**DATA EXTRACTS**

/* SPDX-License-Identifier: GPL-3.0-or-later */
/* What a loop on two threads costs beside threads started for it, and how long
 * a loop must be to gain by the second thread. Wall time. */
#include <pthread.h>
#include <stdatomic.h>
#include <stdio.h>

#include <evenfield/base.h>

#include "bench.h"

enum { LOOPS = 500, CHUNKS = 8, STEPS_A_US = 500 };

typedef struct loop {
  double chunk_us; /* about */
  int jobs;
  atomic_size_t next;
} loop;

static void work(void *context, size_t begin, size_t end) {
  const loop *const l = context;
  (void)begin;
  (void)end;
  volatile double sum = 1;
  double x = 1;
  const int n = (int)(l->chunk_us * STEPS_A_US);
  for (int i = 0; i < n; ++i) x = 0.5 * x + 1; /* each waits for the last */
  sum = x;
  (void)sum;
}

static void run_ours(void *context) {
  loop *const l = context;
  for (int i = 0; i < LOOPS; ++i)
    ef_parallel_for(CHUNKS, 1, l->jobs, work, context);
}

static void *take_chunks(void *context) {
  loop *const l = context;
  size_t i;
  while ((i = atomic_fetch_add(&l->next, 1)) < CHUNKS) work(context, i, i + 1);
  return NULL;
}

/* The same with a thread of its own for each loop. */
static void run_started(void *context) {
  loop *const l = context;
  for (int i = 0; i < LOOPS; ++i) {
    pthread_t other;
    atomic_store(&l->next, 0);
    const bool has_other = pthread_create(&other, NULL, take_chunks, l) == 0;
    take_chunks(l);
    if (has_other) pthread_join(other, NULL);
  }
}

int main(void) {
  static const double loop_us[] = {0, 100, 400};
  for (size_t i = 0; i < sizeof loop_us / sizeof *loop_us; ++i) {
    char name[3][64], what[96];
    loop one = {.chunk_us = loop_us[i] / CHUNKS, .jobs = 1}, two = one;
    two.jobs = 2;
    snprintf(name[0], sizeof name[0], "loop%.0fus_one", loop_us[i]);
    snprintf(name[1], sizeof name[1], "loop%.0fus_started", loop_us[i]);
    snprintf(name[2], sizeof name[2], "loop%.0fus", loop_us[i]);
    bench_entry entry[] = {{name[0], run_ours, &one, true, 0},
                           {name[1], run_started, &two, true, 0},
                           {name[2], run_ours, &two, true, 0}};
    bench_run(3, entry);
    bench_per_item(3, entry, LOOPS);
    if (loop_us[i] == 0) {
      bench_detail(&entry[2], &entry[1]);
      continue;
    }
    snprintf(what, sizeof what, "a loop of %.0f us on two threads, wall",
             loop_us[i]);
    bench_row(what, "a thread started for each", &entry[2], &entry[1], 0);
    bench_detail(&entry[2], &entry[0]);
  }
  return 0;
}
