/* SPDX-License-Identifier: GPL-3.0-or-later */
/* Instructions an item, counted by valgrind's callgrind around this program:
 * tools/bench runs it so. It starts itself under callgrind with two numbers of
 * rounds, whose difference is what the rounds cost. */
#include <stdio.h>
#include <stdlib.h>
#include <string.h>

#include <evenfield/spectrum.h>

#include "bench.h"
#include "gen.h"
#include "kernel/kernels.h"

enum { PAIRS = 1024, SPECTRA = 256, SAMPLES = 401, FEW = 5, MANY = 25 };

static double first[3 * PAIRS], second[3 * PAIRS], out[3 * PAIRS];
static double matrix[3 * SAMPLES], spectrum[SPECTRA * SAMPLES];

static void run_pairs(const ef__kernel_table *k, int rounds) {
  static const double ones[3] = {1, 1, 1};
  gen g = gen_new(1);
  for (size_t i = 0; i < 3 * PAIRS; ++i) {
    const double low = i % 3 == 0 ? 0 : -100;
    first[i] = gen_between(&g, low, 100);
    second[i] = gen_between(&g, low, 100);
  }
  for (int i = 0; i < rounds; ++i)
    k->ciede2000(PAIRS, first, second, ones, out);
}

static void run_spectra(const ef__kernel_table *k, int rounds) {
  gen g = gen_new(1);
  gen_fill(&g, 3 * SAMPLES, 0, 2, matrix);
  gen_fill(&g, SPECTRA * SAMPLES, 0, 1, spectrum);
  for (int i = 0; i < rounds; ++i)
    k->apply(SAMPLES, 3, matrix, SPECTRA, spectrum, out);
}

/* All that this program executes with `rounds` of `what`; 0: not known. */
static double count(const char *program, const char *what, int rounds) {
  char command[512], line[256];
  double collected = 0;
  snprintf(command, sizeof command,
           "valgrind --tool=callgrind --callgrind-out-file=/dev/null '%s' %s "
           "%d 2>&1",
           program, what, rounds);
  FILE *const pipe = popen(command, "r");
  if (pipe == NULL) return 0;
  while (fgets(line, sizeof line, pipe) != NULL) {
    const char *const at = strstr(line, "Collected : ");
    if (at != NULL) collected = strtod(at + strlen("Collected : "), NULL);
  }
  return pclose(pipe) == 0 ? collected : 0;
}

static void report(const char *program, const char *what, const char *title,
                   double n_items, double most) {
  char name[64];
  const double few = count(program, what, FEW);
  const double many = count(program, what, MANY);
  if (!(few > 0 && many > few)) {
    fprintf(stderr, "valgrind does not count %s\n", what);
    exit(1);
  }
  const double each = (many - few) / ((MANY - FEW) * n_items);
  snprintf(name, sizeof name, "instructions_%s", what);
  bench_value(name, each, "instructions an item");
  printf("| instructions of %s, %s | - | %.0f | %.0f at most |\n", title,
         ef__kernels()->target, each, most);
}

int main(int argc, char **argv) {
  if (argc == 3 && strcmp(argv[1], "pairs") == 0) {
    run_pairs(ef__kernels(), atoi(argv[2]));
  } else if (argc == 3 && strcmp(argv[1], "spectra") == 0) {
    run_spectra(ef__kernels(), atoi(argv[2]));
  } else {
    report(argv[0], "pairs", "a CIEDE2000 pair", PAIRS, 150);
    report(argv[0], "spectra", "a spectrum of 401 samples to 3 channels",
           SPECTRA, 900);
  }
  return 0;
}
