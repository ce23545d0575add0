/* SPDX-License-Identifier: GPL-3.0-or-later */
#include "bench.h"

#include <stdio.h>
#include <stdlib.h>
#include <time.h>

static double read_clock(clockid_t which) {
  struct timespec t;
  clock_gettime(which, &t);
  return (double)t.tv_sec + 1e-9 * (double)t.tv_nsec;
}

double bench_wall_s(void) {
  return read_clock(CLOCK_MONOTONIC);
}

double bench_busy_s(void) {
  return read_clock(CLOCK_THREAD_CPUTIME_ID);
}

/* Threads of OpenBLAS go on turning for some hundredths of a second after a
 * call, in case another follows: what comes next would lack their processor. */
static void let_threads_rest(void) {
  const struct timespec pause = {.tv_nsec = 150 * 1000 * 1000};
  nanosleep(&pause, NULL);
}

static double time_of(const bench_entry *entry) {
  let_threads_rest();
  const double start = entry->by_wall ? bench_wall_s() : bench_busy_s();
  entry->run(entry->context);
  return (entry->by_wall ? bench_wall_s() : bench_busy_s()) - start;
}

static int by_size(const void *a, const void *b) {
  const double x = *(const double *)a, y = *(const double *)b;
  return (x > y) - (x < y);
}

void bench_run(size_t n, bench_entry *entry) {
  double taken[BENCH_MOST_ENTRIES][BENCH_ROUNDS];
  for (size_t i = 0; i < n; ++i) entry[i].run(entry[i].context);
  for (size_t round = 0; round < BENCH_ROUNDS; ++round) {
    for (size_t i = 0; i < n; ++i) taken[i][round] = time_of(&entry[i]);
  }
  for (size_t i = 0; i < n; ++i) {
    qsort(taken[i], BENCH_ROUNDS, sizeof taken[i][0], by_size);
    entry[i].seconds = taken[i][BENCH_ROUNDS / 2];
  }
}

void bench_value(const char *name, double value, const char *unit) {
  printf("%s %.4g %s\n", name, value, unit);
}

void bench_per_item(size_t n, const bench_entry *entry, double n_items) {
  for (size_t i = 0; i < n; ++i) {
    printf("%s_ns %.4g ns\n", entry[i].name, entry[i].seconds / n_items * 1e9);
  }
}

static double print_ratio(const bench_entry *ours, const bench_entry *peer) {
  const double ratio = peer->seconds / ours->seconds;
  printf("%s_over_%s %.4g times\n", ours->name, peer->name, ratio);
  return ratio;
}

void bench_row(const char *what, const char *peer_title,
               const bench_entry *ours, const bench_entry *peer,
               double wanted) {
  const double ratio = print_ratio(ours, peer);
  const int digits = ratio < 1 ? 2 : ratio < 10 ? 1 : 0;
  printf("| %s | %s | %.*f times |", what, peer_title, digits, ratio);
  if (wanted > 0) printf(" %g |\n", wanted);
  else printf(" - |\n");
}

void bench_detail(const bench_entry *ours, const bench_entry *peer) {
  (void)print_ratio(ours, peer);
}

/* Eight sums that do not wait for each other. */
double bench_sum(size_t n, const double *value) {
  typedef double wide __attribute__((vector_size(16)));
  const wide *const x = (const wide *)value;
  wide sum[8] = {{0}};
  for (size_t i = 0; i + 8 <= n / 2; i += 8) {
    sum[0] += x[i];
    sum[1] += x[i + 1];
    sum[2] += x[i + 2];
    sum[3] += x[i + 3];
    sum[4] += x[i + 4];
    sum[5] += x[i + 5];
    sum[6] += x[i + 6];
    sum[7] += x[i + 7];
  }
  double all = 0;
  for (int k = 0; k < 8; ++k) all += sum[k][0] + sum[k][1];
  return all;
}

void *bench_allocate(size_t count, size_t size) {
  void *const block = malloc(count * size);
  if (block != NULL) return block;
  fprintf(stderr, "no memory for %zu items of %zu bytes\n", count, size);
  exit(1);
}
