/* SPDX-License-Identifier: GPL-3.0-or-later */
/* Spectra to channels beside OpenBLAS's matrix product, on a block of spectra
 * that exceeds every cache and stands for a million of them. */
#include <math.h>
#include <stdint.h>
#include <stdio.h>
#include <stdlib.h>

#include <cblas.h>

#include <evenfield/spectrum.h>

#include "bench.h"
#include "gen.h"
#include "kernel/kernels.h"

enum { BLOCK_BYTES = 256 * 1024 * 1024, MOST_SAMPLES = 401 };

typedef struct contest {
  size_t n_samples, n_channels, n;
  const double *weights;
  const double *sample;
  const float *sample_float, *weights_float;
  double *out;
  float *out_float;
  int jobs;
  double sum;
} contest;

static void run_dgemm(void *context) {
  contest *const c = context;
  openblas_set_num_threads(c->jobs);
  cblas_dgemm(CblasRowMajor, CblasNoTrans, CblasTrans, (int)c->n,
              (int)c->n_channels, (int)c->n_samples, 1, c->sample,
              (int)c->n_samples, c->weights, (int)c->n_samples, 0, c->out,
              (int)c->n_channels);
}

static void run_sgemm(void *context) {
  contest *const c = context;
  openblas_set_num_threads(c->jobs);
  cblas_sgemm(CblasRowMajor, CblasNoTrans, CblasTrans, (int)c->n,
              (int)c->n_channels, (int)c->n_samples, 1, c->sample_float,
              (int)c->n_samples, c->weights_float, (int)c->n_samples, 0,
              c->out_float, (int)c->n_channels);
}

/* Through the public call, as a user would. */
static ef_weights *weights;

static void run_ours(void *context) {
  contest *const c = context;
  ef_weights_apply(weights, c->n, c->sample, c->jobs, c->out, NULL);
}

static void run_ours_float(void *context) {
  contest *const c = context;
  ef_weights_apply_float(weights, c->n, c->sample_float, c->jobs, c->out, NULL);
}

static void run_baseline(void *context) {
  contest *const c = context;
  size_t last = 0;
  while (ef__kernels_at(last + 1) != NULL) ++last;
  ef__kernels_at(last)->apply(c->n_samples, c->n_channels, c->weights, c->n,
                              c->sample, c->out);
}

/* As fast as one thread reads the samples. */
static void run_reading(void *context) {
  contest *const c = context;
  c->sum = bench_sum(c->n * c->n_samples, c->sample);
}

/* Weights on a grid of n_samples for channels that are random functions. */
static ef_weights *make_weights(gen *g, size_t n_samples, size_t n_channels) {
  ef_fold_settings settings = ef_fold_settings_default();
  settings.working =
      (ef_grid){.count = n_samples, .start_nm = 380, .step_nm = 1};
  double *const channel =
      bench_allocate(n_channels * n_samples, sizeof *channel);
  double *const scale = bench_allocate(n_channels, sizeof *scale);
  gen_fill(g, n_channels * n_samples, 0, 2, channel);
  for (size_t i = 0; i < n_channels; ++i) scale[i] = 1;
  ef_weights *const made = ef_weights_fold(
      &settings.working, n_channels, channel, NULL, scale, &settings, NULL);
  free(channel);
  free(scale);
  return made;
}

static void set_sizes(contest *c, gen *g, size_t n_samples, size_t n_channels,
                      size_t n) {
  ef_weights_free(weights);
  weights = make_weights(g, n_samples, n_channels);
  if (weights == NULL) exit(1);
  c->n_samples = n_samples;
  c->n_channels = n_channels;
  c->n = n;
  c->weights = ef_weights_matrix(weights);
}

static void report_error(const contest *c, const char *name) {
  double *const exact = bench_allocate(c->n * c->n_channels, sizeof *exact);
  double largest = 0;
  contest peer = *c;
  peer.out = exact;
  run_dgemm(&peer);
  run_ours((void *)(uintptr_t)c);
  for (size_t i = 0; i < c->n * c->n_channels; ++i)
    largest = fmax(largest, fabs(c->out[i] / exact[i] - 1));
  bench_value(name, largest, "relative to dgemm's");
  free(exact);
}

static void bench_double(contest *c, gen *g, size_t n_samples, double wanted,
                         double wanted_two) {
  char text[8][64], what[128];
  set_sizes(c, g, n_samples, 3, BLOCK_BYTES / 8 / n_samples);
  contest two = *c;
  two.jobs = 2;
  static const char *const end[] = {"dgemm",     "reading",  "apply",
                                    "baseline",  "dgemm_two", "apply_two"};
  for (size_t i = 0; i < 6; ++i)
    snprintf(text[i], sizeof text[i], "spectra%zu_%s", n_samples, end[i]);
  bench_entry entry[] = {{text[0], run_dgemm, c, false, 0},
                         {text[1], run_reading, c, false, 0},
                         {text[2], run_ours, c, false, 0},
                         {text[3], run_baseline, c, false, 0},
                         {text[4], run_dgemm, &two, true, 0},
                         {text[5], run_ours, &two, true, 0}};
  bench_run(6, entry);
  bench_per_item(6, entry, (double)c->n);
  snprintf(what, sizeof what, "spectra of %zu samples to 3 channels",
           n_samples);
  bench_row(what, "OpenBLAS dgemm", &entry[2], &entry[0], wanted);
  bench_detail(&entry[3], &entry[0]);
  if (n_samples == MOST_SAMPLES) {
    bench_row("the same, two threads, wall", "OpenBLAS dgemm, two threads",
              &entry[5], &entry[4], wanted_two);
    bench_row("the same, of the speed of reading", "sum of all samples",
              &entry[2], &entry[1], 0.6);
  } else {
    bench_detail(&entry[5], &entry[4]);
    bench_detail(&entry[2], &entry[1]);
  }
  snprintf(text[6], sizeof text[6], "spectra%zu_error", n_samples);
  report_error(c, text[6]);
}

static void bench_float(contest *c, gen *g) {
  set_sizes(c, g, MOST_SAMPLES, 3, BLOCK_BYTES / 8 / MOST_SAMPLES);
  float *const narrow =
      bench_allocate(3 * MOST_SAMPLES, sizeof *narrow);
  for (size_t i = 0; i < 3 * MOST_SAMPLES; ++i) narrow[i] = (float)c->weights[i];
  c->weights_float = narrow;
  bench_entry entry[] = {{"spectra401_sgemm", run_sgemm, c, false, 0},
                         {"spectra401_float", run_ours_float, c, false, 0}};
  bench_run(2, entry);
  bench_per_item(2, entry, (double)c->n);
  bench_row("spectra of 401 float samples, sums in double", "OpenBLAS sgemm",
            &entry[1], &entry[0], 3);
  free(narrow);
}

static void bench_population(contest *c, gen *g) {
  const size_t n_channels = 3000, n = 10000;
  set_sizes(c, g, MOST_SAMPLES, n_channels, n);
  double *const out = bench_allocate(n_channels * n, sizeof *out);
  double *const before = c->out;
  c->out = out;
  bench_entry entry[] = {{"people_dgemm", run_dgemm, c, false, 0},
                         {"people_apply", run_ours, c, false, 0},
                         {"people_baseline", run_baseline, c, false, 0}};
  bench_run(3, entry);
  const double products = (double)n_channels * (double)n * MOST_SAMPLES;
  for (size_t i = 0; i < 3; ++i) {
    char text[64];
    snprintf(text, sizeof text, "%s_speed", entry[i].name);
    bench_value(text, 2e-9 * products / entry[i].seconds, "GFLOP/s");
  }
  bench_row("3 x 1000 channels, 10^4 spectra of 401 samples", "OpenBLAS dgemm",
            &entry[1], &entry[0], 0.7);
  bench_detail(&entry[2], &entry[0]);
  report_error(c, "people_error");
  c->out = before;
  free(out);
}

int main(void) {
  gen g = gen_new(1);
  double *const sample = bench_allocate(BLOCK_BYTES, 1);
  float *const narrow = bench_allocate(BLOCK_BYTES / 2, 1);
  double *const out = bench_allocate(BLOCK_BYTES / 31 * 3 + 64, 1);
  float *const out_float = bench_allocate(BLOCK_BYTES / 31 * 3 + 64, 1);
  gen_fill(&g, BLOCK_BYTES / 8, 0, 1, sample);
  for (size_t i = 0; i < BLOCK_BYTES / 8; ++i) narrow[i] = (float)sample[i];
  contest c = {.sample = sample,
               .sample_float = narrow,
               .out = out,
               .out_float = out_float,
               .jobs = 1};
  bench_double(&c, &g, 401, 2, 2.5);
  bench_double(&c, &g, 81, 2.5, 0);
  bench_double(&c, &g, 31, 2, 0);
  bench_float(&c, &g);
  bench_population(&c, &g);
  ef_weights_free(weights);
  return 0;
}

**WHAT TO WORK ON**
Please transcribe exactly the lines above from the line that has "pthread_t other;" up to and including the line that has "if (loop_us[i] == 0)"; no other line belongs in the answer.

**TASK ANSWER**
    pthread_t other;
    atomic_store(&l->next, 0);
    const bool has_other = pthread_create(&other, NULL, take_chunks, l) == 0;
    take_chunks(l);
    if (has_other) pthread_join(other, NULL);
  }
}

int main(void) {
  static const double loop_us[] = {0, 100, 400};
  for (size_t i = 0; i < sizeof loop_us / sizeof *loop_us; ++i) {
    char name[3][64], what[96];
    loop one = {.chunk_us = loop_us[i] / CHUNKS, .jobs = 1}, two = one;
    two.jobs = 2;
    snprintf(name[0], sizeof name[0], "loop%.0fus_one", loop_us[i]);
    snprintf(name[1], sizeof name[1], "loop%.0fus_started", loop_us[i]);
    snprintf(name[2], sizeof name[2], "loop%.0fus", loop_us[i]);
    bench_entry entry[] = {{name[0], run_ours, &one, true, 0},
                           {name[1], run_started, &two, true, 0},
                           {name[2], run_ours, &two, true, 0}};
    bench_run(3, entry);
    bench_per_item(3, entry, LOOPS);
    if (loop_us[i] == 0) {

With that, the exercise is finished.